I only wish I was young enough to not get it.


----------



## wjappraise (Jul 13, 2018)

You gotta love this website.  Talk about ranging from the sublime to the ridiculous.... I too have that crazy song running through my head, and the inane video.


----------



## wjappraise (Jul 15, 2018)

According to the availability calendar, there is a single night available for 8/4.  Booking it at 14 day mark might work.  Best strategy is stay up late night of Friday July 20.  Once midnight 7/21 hits, try to book the one night.  

Let us know if it works.


----------



## joestein (Aug 7, 2018)

Just an update.....

So, we tried to book for 8/4 as soon as the 14 day window opened.  There were no rooms to book.  I continued to check occasionally, but no luck.

However,  right before we were about to leave Saturday afternoon to drive to AC, I checked the website and a unit opened up for the evening.  We were pretty lucky, otherwise, we would have had to drive home after the concert.  We were not going to spend $400-$500 for the night.

The Wyndham Skyline was nice.  The only problem was the coating on the tub was peeling off.  A lot of security in the resort.  3 security guards in the small lobby during the afternoon.  I think 5 in the evening.

The concert was great by the way.

Joe


----------



## wjappraise (Aug 7, 2018)

joestein said:


> Just an update.....
> 
> So, we tried to book for 8/4 as soon as the 14 day window opened.  There were no rooms to book.  I continued to check occasionally, but no luck.
> 
> ...



Awesome.  How many points did it cost?


----------



## skotrla (Aug 7, 2018)

bendadin said:


> 14 days out. HK will kill you if you aren't VIP.

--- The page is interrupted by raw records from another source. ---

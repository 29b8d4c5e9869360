/* The status object as the client reads it: types, absent keys, other versions, dirty text. */
#include "client/view.h"

#include <setjmp.h>
#include <stdarg.h>

#include "unit/client_sample.h"

#include <cmocka.h>
#include <math.h>
#include <string.h>
#include <sysexits.h>

static int read_it(json_t *json, struct view *view, struct trouble *trouble) {
    *trouble = (struct trouble){0};
    int code = view_read(json, "here", false, view, trouble);
    json_decref(json);
    return code;
}

static void every_key_lands_where_it_belongs(void **state) {
    struct view v = sample_view(sample_json());

    (void)state;
    assert_string_equal(v.unit, "heron");
    assert_string_equal(v.stage, "ample");
    assert_string_equal(v.cause_pack, "");
    assert_true(v.t_boot_s == 22334.567 && v.charge == 0.634 && v.left_least_s == 17700);
    assert_true(isnan(v.full_s) && isnan(v.grace_left_s));
    assert_false(v.blind);
    assert_int_equal(v.n_packs, 1);
    assert_string_equal(v.pack[0].name, "main");
    assert_true(v.pack[0].known && v.pack[0].terminal_V == 3.712);
    assert_true(v.pack[0].cutoff_rest_V == 3.30 && v.pack[0].resistance_ohm == 0.096);
    assert_string_equal(v.gauge.device, "usb:1209:0001");
    assert_true(v.gauge.lines == 29114 && v.ladder.grace_s == 60);
}

/* Unknown is never empty and never full: null and absent are NaN, not 0. */
static void null_and_absent_are_not_known(void **state) {
    static const char *const keys[] = {"charge", "left_s", "packs", "gauge", "ladder", "alerts"};
    struct trouble trouble;
    struct view v;

    (void)state;
    json_t *nulls = sample_json();
    json_object_set_new(nulls, "charge", json_null());
    assert_int_equal(read_it(nulls, &v, &trouble), 0);
    assert_true(isnan(v.charge));
    json_t *bare = sample_json();
    for (size_t i = 0; i < sizeof(keys) / sizeof(keys[0]); i++)
        json_object_del(bare, keys[i]);
    assert_int_equal(read_it(bare, &v, &trouble), 0);
    assert_true(isnan(v.charge) && isnan(v.left_s) && isnan(v.gauge.lines));
    assert_true(isnan(v.ladder.keep_s));
    assert_int_equal(v.n_packs, 0);
}

static void endless_is_no_end_in_sight(void **state) {
    json_t *json = sample_json();

    (void)state;
    json_object_set_new(json, "left_s", json_null());
    json_object_set_new(json, "endless", json_true());
    json_object_set_new(sample_pack(json, 0), "left_s", json_null());
    json_object_set_new(sample_pack(json, 0), "endless", json_true());
    struct view v = sample_view(json);
    assert_true(isinf(v.left_s) && v.left_s > 0);
    assert_true(isinf(v.pack[0].left_s));
}

static void another_type_is_refused_by_its_key(void **state) {
    static const struct {
        const char *key, *json;
    } rows[] = {
        {"charge", "\"0.6\""},
        {"unit", "7"},
        {"blind", "0"},
        {"packs", "{}"},
        {"packs", "[1]"},
        {"alerts", "\"x\""},
        {"gauge", "[]"},
        {"stage", "null"},
        {"ladder", "true"},
        {"endless", "\"\""},
        {"packs", "[[],[],[],[],[]]"},
    };
    struct trouble trouble;
    struct view v;

    (void)state;
    for (size_t i = 0; i < sizeof(rows) / sizeof(rows[0]); i++) {
        json_t *json = sample_json();
        json_object_set_new(json, rows[i].key, json_loads(rows[i].json, JSON_DECODE_ANY, NULL));
        assert_int_equal(read_it(json, &v, &trouble), EX_DATAERR);
        assert_non_null(strstr(trouble.text, rows[i].key));
        assert_non_null(strstr(trouble.text, "here"));
    }
}

static void another_version_is_refused(void **state) {
    struct trouble trouble;
    struct view v;

    (void)state;
    json_t *json = sample_json();
    json_object_set_new(json, "brink", json_integer(2));
    assert_int_equal(read_it(json, &v, &trouble), EX_DATAERR);
    assert_non_null(strstr(trouble.text, "version"));
    json = sample_json();
    json_object_del(json, "brink");
    assert_int_equal(read_it(json, &v, &trouble), EX_DATAERR);
    assert_int_equal(read_it(json_array(), &v, &trouble), EX_DATAERR);
    assert_int_equal(read_it(json_object(), &v, &trouble), EX_DATAERR);
}

static void text_is_clean_and_bounded(void **state) {
    json_t *json = sample_json();
    char longer[2 * VIEW_TEXT + 1];

    (void)state;
    memset(longer, 'x', sizeof(longer) - 1);
    longer[sizeof(longer) - 1] = '\0';
    json_object_set_new(json, "unit", json_string("he\033[31mron"));
    json_object_set_new(sample_pack(json, 0), "name", json_string(longer));
    json_array_append_new(json_object_get(json, "alerts"),
                          json_pack("{s:s,s:s}", "name", "a\nb", "text", longer));
    struct view v = sample_view(json);
    assert_string_equal(v.unit, "he?[31mron");
    assert_string_equal(v.alert[0].name, "a?b");
    assert_int_equal(strlen(v.alert[0].text), VIEW_TEXT - 1);
    assert_int_equal(strlen(v.pack[0].name), VIEW_NAME - 1);
}

static void numbers_beyond_belief_are_not_known(void **state) {
    json_t *json = sample_json();

    (void)state;
    json_object_set_new(json, "left_s", json_real(1e300));
    json_object_set_new(json, "charge", json_real(-1e13));
    struct view v = sample_view(json);
    assert_true(isnan(v.left_s) && isnan(v.charge));
}

static void more_alerts_than_fit_are_counted(void **state) {
    json_t *json = sample_json();

    (void)state;
    for (int i = 0; i < VIEW_ALERTS + 5; i++)
        json_array_append_new(json_object_get(json, "alerts"),
                              json_pack("{s:s,s:s}", "name", "overload", "text", "words"));
    struct view v = sample_view(json);
    assert_int_equal(v.n_alerts, VIEW_ALERTS + 5);
}

static void damaged_json_is_told_by_its_place(void **state) {
    static const char *const bad[] = {
        "",
        "{",
        "{\"brink\":1,}",
        "{\"brink\":1}{",
        "{\"brink\":01}",
        "{\"brink\":1,\"brink\":1}",
        "{\"a\":\"\xFF\"}",
        "{\"charge\":NaN}",
        "{\"charge\":1e999}",
        "{\"a\":\"\033[2J\"}",
    };
    struct trouble trouble;
    json_t *json;

    (void)state;
    for (size_t i = 0; i < sizeof(bad) / sizeof(bad[0]); i++) {
        trouble = (struct trouble){0};
        assert_int_equal(view_parse(bad[i], strlen(bad[i]), "here", &json, &trouble), EX_DATAERR);
        assert_int_equal(trouble.code, EX_DATAERR);
        assert_non_null(strstr(trouble.text, "here"));
        assert_null(strchr(trouble.text, '\033'));
    }
}

int main(void) {
    const struct CMUnitTest tests[] = {
        cmocka_unit_test(every_key_lands_where_it_belongs),
        cmocka_unit_test(null_and_absent_are_not_known),
        cmocka_unit_test(endless_is_no_end_in_sight),
        cmocka_unit_test(another_type_is_refused_by_its_key),
        cmocka_unit_test(another_version_is_refused),
        cmocka_unit_test(text_is_clean_and_bounded),
        cmocka_unit_test(numbers_beyond_belief_are_not_known),
        cmocka_unit_test(more_alerts_than_fit_are_counted),
        cmocka_unit_test(damaged_json_is_told_by_its_place),
    };

    return cmocka_run_group_tests(tests, NULL, NULL);
}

HK will kill you if your average stay is below the number of credits for a stay in your unit size - if you typically make larger reservations, then it is possible to have credits left, for the occasional short reservation.

-Scott


----------



## paxsarah (Aug 7, 2018)

skotrla said:


> HK will kill you if your average stay is below the number of credits for a stay in your unit size - if you typically make larger reservations, then it is possible to have credits left, for the occasional short reservation.
> 
> -Scott



Yep. We did one night at Bonnet Creek prior to our SSR exchange in May, and we had plenty of HK available to do it because our other stays this year were 5-7 days long. But only a VIP could make it a regular practice.


----------



## bendadin (Aug 7, 2018)

skotrla said:


> HK will kill you if your average stay is below the number of credits for a stay in your unit size - if you typically make larger reservations, then it is possible to have credits left, for the occasional short reservation.
> 
> -Scott



Maybe, maybe not. 

I have 2 units for one night and 1 unit for 2 nights at another resort. My HK would be 371. That is a lot of HK to burn.


----------



## wjappraise (Aug 7, 2018)

skotrla said:


> HK will kill you if your average stay is below the number of credits for a stay in your unit size - if you typically make larger reservations, then it is possible to have credits left, for the occasional short reservation.
> 
> -Scott



But if OP was looking at $500 a night for a hotel, even high HK fees would be far less than that.  I guess it is all in the perspective.

Wes


----------



## joestein (Aug 7, 2018)

wjappraise said:


> Awesome.  How many points did it cost?




32K points and 63K HKP.

I rarely make short reservations, so I had plenty of HKP.


----------



## joestein (Aug 7, 2018)

wjappraise said:


> But if OP was looking at $500 a night for a hotel, even high HK fees would be far less than that.  I guess it is all in the perspective.
> 
> Wes


Agreed, but I would have just driven home instead.


----------



## skotrla (Aug 7, 2018)

joestein said:


> 32K points and 63K HKP.
> 
> I rarely make short reservations, so I had plenty of HKP.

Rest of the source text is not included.